Затем он обратился к грозному молдаванину и отвечал смиренно:

– Чувствую гнев Божий, но надеюсь на его милосердие! – И после продолжал, обращаясь к обоим: – О, безверие, грех мой! Если бы в ваших словах, святой отец, была сила слов нашего Божественного учителя, то, разумеется, я взял бы одр свой и пошел, склоняясь всею душой моею перед величием Божьего милосердия. Но мне, неверующему грешнику, не суждено испытать на себе чуда Божьей милости, поэтому, с раскаянием и молитвой, я должен ждать себе призыва на грозный суд… Вот княжна, заботясь о душе больного собрата и не желая допустить его погибнуть вконец без покаяния, пригласила вас ко мне для напутствия при переходе в лучший мир. И я прошу вас о том, чтобы направить мою душу к истинному свету мудрости и вашими святыми молитвами напутствовать мое грешное тело к месту его последнего успокоения. Но как я не желаю торопиться посылать душу свою в горние селения и хочу сколь можно долее удержать ее в этом бренном теле, то и прошу вас, святые отцы, обождать несколько с своими советами и молитвами. Едва же только я почувствую, что требование свыше за моею душою уже пришло, я сейчас же пошлю за вами и отдам вам всего себя для вашего напутствия. Для того же, чтобы вам было не скучно дожидаться этого призыва, мой племянник распорядится доставить вам средства в этом ожидании пристойно развлечь себя.

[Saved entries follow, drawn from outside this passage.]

import type { InValue } from '@libsql/client'
import type { FleetQuery } from '../../../utils/contract/custody'
import type { DateBounds } from './dateBounds'
import { isOverdue, isSoonOrOverdue, isUnseen, type FleetFilter } from './fleetFilter'

/**
 * A part of the fleet that comes as one in an order: which cylinders, and by which column within it.
 *
 * An order is a row of such stretches, each read along an index of its own, so that a page costs the same in a fleet of
 * any size. Together they hold each cylinder once.
 */
export interface Stretch {
  where: FleetFilter
  /** What of `cylinders c` it goes by, never null here; null where it goes by id alone. */
  by: string | null
}

/** A stretch as it is read for one page: its place among those of its order, and which way. */
export interface ReadStretch extends Stretch { index: number, isDown: boolean }

/** The stretches of an order as they are first, in the order of a list that goes up. */
export function stretchesOf(sort: FleetQuery['sort'], bounds: DateBounds): Stretch[] {
  switch (sort) {
    case 'urgency': return byUrgency(bounds)
    case 'code': return byColumn('c.label_code')
    case 'serial': return byColumn('c.serial')
    case 'refrigerant': return byColumn('c.refrigerant')
    case 'condition': return byColumn('c.condition')
    case 'lifecycle': return byColumn('c.lifecycle')
    case 'net': return byColumn('c.net_grams')
    case 'room': return byColumnInDate('c.room_grams', bounds)
    case 'stop': return byColumnInDate('c.stop_weight_grams', bounds)
    case 'due': return byColumn('c.due_month')
    case 'last-event': return byColumn('c.last_event_at')
    case 'place': return [
      { where: when('c.place_id IS NOT NULL'), by: '(SELECT p.name FROM places p WHERE p.id = c.place_id)' },
      { where: when('c.place_id IS NULL'), by: null },
    ]
  }
}

/**
 * The stretches in the order in which they are read. What is not known stands last whichever way a column goes; only the
 * order by urgency turns round wholly.
 */
export function readingOrder(sort: FleetQuery['sort'], order: FleetQuery['order'], isBackward: boolean, bounds: DateBounds): ReadStretch[] {
  const isDown = order === 'desc'
  const shown = stretchesOf(sort, bounds).map((stretch, index) => ({ ...stretch, index, isDown }))
  if (isDown && sort === 'urgency') shown.reverse()
  return isBackward ? shown.reverse().map(stretch => ({ ...stretch, isDown: !stretch.isDown })) : shown
}

function byColumn(column: string): Stretch[] {
  return [{ where: when(`${column} IS NOT NULL`), by: column }, { where: when(`${column} IS NULL`), by: null }]
}

/** A column that a row shows only while its cylinder is in date. */
function byColumnInDate(column: string, bounds: DateBounds): Stretch[] {
  const late = 'c.due_month < ?'
  return [
    { where: when(`${column} IS NOT NULL AND (${late}) IS NOT TRUE`, bounds.thisMonth), by: column },
    { where: when(`${column} IS NULL OR ${late}`, bounds.thisMonth), by: null },
  ]
}

/**
 * Stops first, then empty cylinders late for their test, cautions, tests late or soon due, cylinders unseen, those without
 * a number, and the rest: by the same dates as a row's worst finding.
 *
 * A plus before a column keeps the planner from reading along that column's index.
 */
function byUrgency(bounds: DateBounds): Stretch[] {
  const lateAndEmpty = isOverdue(bounds, 'c.nothing_in_it = 1')
  const dueSoon = isSoonOrOverdue(bounds)
  const unseen = isUnseen(bounds)
  const noNumber = when('c.net_grams IS NULL AND c.nothing_in_it = 0')
  return [
    { where: when('c.severity = 2'), by: null },
    { where: all(when('+c.severity < 2'), lateAndEmpty), by: 'c.due_month' },
    { where: all(when('c.severity = 1'), not(lateAndEmpty)), by: null },
    { where: all(when('+c.severity = 0'), dueSoon, not(lateAndEmpty)), by: 'c.due_month' },
    { where: all(when('+c.severity = 0'), unseen, not(dueSoon)), by: 'c.last_seen_at' },
    { where: all(when('+c.severity = 0'), noNumber, not(dueSoon), not(unseen)), by: null },
    { where: all(when('c.severity = 0'), not(noNumber), not(dueSoon), not(unseen)), by: null },
  ]
}

function when(sql: string, ...args: InValue[]): FleetFilter {
  return { sql, args }
}

function not({ sql, args }: FleetFilter): FleetFilter {
  return { sql: `(${sql}) IS NOT TRUE`, args }
}

function all(...filters: FleetFilter[]): FleetFilter {
  return { sql: filters.map(one => `(${one.sql})`).join(' AND '), args: filters.flatMap(one => one.args) }
}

А ваши слова и заботу обо мне я принимаю близко к сердцу, душевно благодарю и непременно постараюсь явиться на той стороне берегов Стикса, – не то! проклятая привычка вечно обращаться к изящным вымыслам Древней Греции, – явиться перед Архангелом с его огненным мечом, охраняющим двери рая, в полном всеоружии греко-российского православия.